In situations as the proceeding where many religious, political and ethical viewpoints within our society can still see the gray area of such a decision,

how are we to make public policy regarding the issue? My answer is that legal guidelines are absolutely necessary, but not a simple law allowing all or none of technology such as IVF and PGD. Regulation on the federal level is what I would call for in the United States, but history arguably tells us that the federal government’s job is to react slowly and deliberately to new potential crimes rather than to make legislation in attempt to prevent them.

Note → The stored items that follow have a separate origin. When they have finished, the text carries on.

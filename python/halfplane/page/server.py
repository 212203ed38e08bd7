# SPDX-License-Identifier: GPL-3.0-or-later
"""
The HTTP server of the page, on a thread and an event loop of its own.

| path | what |
|---|---|
| `/` | the page; `/page.css`, `/page.js`, `/icon.svg`, `/roles.css` are its files and say nothing of the link |
| `/events` | server-sent events: the three answers, and each view as SVG (`?layout=wide` or `narrow`) |
| `/report` | the latest report as JSON; 404 before the first |
| `/metrics` | the same as OpenMetrics text |
| `/log` | the file of `link_log` as a download; 404 where none was named |
| `/logs` | the logs there are, as JSON: that one, and those put aside when they had grown long |
| `/log/1` … | those put aside, as downloads |
"""

from __future__ import annotations

import asyncio
import contextlib
import logging
import os
import socket
import threading
from pathlib import Path

from aiohttp import web

from ..views import themes
from ..views.board import Board
from . import limits
from .gate import Gates
from .guard import HEADERS, OWN_ADDRESS, Guard, plain
from .logs import Logs
from .metrics import CONTENT_TYPE, Collector
from .stream import LAYOUTS, Client, Studio

_HERE = Path(__file__).parent
_FILES = {"/page.css": "text/css", "/page.js": "text/javascript", "/icon.svg": "image/svg+xml"}


class Server:
    """
    Construction reserves the port, so that one in use is an error there and then; start() begins to answer, stop() ends every
    connection, gives the port back and joins the thread. After stop() it can be started again. publish() takes reports from
    any thread and never waits for a client.

    port: 0 for one that is free (see `port` afterwards). address, token, names: see guard.Guard. log: path of the file of
    link_log, "" for none. share: of one core, the most that drawing may take.
    head_seconds: how long a request may take to arrive.

    Raises ValueError on what is not fit, OSError where the port cannot be had.
    """

    def __init__(
        self, port: int = 8321, address: str = OWN_ADDRESS, token: str = "", log: str = "", names: tuple[str, ...] = (),
        share: float = 0.05, head_seconds: float = limits.HEAD_SECONDS,
    ):  # fmt: skip
        if not 0 <= port <= 65535:
            raise ValueError(f"port is {port}: 0 to 65535 is wanted")
        self._guard = Guard(address, token, names)
        self._address, self._asked, self._logs = address, port, Logs(log)
        self._share, self._head_seconds = share, head_seconds
        self._log = logging.getLogger("halfplane.page")
        self._board = Board()
        self._metrics = Collector(lambda: (self._board.latest()[0], self._board.taken), lambda: self._streams)
        self._streams = 0
        self._files = {path: (_HERE / path[1:]).read_bytes() for path in _FILES}
        self._files["/roles.css"] = themes.stylesheet().encode()
        self._page = (_HERE / "page.html").read_bytes()
        self._routes = {"/": self._front, "/events": self._events, "/report": self._report, "/metrics": self._openmetrics, "/log": self._download, "/logs": self._list_logs}
        self._thread: threading.Thread | None = None
        self._loop: asyncio.AbstractEventLoop | None = None
        self._end: asyncio.Event | None = None
        self._woken = threading.Event()  # a wake-up of the loop is under way
        self._socket: socket.socket | None = self._reserve()
        self.port: int = self._socket.getsockname()[1]

    @property
    def address(self) -> str:
        return self._address

    @property
    def url(self) -> str:
        """Where a browser on this machine finds it; the token is not in it."""
        host = OWN_ADDRESS if self._address == "0.0.0.0" else "::1" if self._address == "::" else self._address
        return f"http://[{host}]:{self.port}/" if ":" in host else f"http://{host}:{self.port}/"

    def publish(self, report: dict) -> None:
        """Shows this report from now on. ValueError where it is none."""
        self._board.put(report)
        self._metrics.reported(self._board.taken)
        loop = self._loop
        if loop is not None and not self._woken.is_set():
            self._woken.set()
            try:
                loop.call_soon_threadsafe(self._wake)
            except RuntimeError:  # it ends just now
                self._woken.clear()

    def start(self) -> None:
        """OSError where the port was given back and another has taken it since."""
        if self._thread is not None:
            return
        if self._socket is None:
            self._socket = self._reserve()
        running = threading.Event()
        self._thread = threading.Thread(target=self._serve, args=(self._socket, running), name="halfplane page", daemon=True)
        self._thread.start()
        running.wait()

    def stop(self) -> None:
        """Returns when nothing of it runs any more and the port is free."""
        thread, loop, end = self._thread, self._loop, self._end
        if thread is not None:
            if loop is not None and end is not None:
                try:
                    loop.call_soon_threadsafe(end.set)
                except RuntimeError:
                    pass  # it has ended by itself
            thread.join()
            self._thread = None
        if self._socket is not None:
            self._socket.close()
            self._socket = None

    def _reserve(self) -> socket.socket:
        family = socket.AF_INET6 if ":" in self._address else socket.AF_INET
        found = socket.socket(family, socket.SOCK_STREAM)
        try:
            found.setsockopt(socket.SOL_SOCKET, socket.SO_REUSEADDR, 1)
            found.bind((self._address, getattr(self, "port", self._asked)))
            found.listen(128)
        except OSError as error:
            found.close()
            raise OSError(error.errno, f"port {self._asked} on {self._address} cannot be had: {error.strerror}") from None
        found.setblocking(False)
        return found

    def _serve(self, listening: socket.socket, running: threading.Event) -> None:
        try:
            asyncio.run(self._main(listening, running))
        except Exception:
            self._log.exception("the page ended")
        finally:
            self._loop = self._end = None
            listening.close()
            self._socket = None
            running.set()

    async def _main(self, listening: socket.socket, running: threading.Event) -> None:
        self._end = asyncio.Event()
        self._studio = Studio(self._board, self._log, self._share, bool(self._logs))
        inner = web.Server(
            self._answer, access_log=None, logger=_of_malformed_requests(), max_line_size=limits.LINE, max_field_size=limits.FIELD,
            lingering_time=0.0, tcp_keepalive=True,
        )  # fmt: skip
        self._gates = Gates(inner, self._head_seconds)
        loop = asyncio.get_running_loop()
        server = await loop.create_server(self._gates, sock=listening)
        drawing = loop.create_task(self._studio.run())
        self._loop = loop
        self._woken.clear()
        running.set()
        try:
            await self._end.wait()
        finally:
            self._loop = None
            server.close()
            drawing.cancel()
            self._gates.close()
            await inner.shutdown(1.0)

    def _wake(self) -> None:
        self._woken.clear()
        self._studio.wake()

    async def _answer(self, request: web.BaseRequest) -> web.StreamResponse:
        gate = self._gates.of(request.transport)
        if gate is not None:
            gate.arrived(limits.ANSWER_SECONDS)
        try:
            answer = self._guard.refusal(request)
            if answer is None:
                answer = await self._routed(request, gate)
        except Exception:
            self._log.exception("%s %s cannot be answered", request.method, request.path)
            answer = plain(500, "This cannot be answered; the flowgraph's log says why.")
        answer.force_close()
        return answer

    async def _routed(self, request: web.BaseRequest, gate) -> web.StreamResponse:
        if request.path in self._files:
            kind = _FILES.get(request.path, "text/css")
            return web.Response(body=self._files[request.path], content_type=kind, charset="utf-8", headers=HEADERS)
        unknown = self._guard.unknown(request)
        if unknown is not None:
            return unknown
        route = self._download if request.path.startswith("/log/") else self._routes.get(request.path)
        return await route(request, gate) if route else plain(404, "There is nothing here.")

    async def _front(self, request: web.BaseRequest, gate) -> web.Response:
        return web.Response(body=self._page, content_type="text/html", charset="utf-8", headers=HEADERS)

    async def _report(self, request: web.BaseRequest, gate) -> web.Response:
        report, settings = self._board.latest()
        if not report:
            return plain(404, "No report yet.")
        whole = {**report, "settings": settings} if settings is not None else report
        return web.json_response(whole, headers=HEADERS)

    async def _openmetrics(self, request: web.BaseRequest, gate) -> web.Response:
        return web.Response(body=self._metrics.text(), headers={**HEADERS, "Content-Type": CONTENT_TYPE})

    async def _list_logs(self, request: web.BaseRequest, gate) -> web.Response:
        return web.json_response(self._logs.found(), headers=HEADERS)

    async def _download(self, request: web.BaseRequest, gate) -> web.StreamResponse:
        if not self._logs:
            return plain(404, "No log is offered here: link_page was given no path.")
        try:
            opened = self._logs.open(None if request.path == "/log" else request.path.removeprefix("/log/"))
        except OSError as error:
            self._log.error("the log cannot be read: %s", error)
            return plain(404, "The log cannot be read.")
        if opened is None:
            return plain(404, "There is no log of this number.")
        file, name = opened
        with file:
            size = os.fstat(file.fileno()).st_size
            name = name.encode("ascii", "replace").decode().replace('"', "_").replace("\\", "_")
            answer = web.StreamResponse(headers={**HEADERS, "Content-Type": "application/x-ndjson", "Content-Disposition": f'attachment; filename="{name}"'})
            answer.content_length = size  # what is written meanwhile belongs to the next download
            answer.force_close()
            await answer.prepare(request)
            if request.method == "HEAD":
                return answer
            if gate is not None:
                gate.arrived(None)
            with contextlib.suppress(ConnectionError):  # it went away
                while size > 0 and (piece := file.read(min(limits.PIECE, size))):
                    await self._write(request, answer, piece)
                    size -= len(piece)
        return answer

    async def _events(self, request: web.BaseRequest, gate) -> web.StreamResponse:
        layout = request.query.get("layout", "wide")
        if layout not in LAYOUTS:
            return plain(400, "layout is wide or narrow.")
        if self._streams >= limits.STREAMS:
            return plain(503, "As many live pages as may be are open.", **{"Retry-After": "10"})
        answer = web.StreamResponse(headers={**HEADERS, "Content-Type": "text/event-stream; charset=utf-8"})
        answer.force_close()
        await answer.prepare(request)
        if request.method == "HEAD":
            return answer
        if gate is not None:
            gate.arrived(None)
        client = Client(layout)
        self._streams += 1
        try:
            await self._write(request, answer, b"retry: 2000\n\n")
            self._studio.enter(client)
            while request.transport is not None:
                try:
                    news = await asyncio.wait_for(client.take(), limits.BEAT_SECONDS)
                except asyncio.TimeoutError:
                    news = b": still here\n\n"
                await self._write(request, answer, news)
        except ConnectionError:
            pass  # it went away
        finally:
            self._streams -= 1
            self._studio.leave(client)
        return answer

    async def _write(self, request: web.BaseRequest, answer: web.StreamResponse, piece: bytes) -> None:
        """A client that does not take it in time is cut off."""
        try:
            await asyncio.wait_for(answer.write(piece), limits.WRITE_SECONDS)
        except asyncio.TimeoutError:
            if request.transport is not None:
                request.transport.abort()
            raise ConnectionResetError("a client did not read") from None


def _of_malformed_requests() -> logging.Logger:
    """aiohttp's log, without a traceback for every request that makes no sense: anyone could fill a disk with them."""
    log = logging.getLogger("halfplane.page.http")
    log.addFilter(_is_our_fault)
    return log


def _is_our_fault(record: logging.LogRecord) -> bool:
    error = record.exc_info[1] if record.exc_info else None
    return not (isinstance(error, ConnectionError) or type(error).__module__.startswith("aiohttp"))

In order to best understand why legislation is necessary, I think the government will wait for an actual case to come forth. For example, I think the way that these technologies will eventually be regulated is by a U.S. Supreme Court decision that will overturn or affirm a lower-court decision. The lower court decision will likely be a ruling made either to strike down or affirm a state statute. This is how I envision the legal process coming to light. Ideally those state statutes would begin popping up around the country today, before practices get too extreme. I think the biggest obstacle to state legislatures’ proposing and passing bills about reproductive technology is a lack of understanding of what IVF and PGD really mean. Lobbyists need to speak with state senators and delegates about what technology is available today, how it’s being used and how future technologies will be used in the future. Obstacles are once again a lack of understanding, and additionally lack of support for earmarked women’s or liberal issues. Nancy Lublin describes in Pandora’s Box: Feminism Confronts Reproductive Technology the characteristics of Technophiles and Technophobes, meaning those who fear and those who fully endorse technology, specifically technology that “interferes with the womb” (Lublin 23). Lublin brings to light that there is a feminist perspective that such technology is a liberating agent for women, and there is the ecofeminist who does not support said technology. An ecofeminist would likely point out that fighting the biology that so often creates the basis for inequality among men and women is not the solution. An ecofeminist, according to Lublin, would more likely take the viewpoint that “biology is the source and not the enemy of feminist revolution”(45). I agree with the standpoint that technology is to be welcomed in general as an agent of change, but I feel there are distinct boundaries that need to be established

in our society in this realm. Only long, intense, public scrutiny and dialogue about where the line should be drawn can produce solutions that make sense in our culture, or ethical solutions. Technology developed to make our lives easier should be viewed with less legal scrutiny than should the development and marketing of technology created to interfere with the very creation of who we are in the deepest and most basic form. Whether one believes strongly in reason, science or religion, it seems to make sense in our society that humans should not be entrusted with deciding what type of human DNA should or should not continue to occupy the planet.

Works Cited

Lublin, Nancy. Pandora’s Box: Feminism Confronts Reproductive Technology. New York: Roman and Littlefield, 1998. 75-114.

Roberts, Dorothy. Killing the Black Body. New York: Random House, 1997.

Fertility Institutes. Sexselection.net. 26. Nov. 2006. 2006, http://www. sexselection.net/pages/626742/index.htm

Spar, Deborah L. The Baby Business. Boston: Harvard, 2006.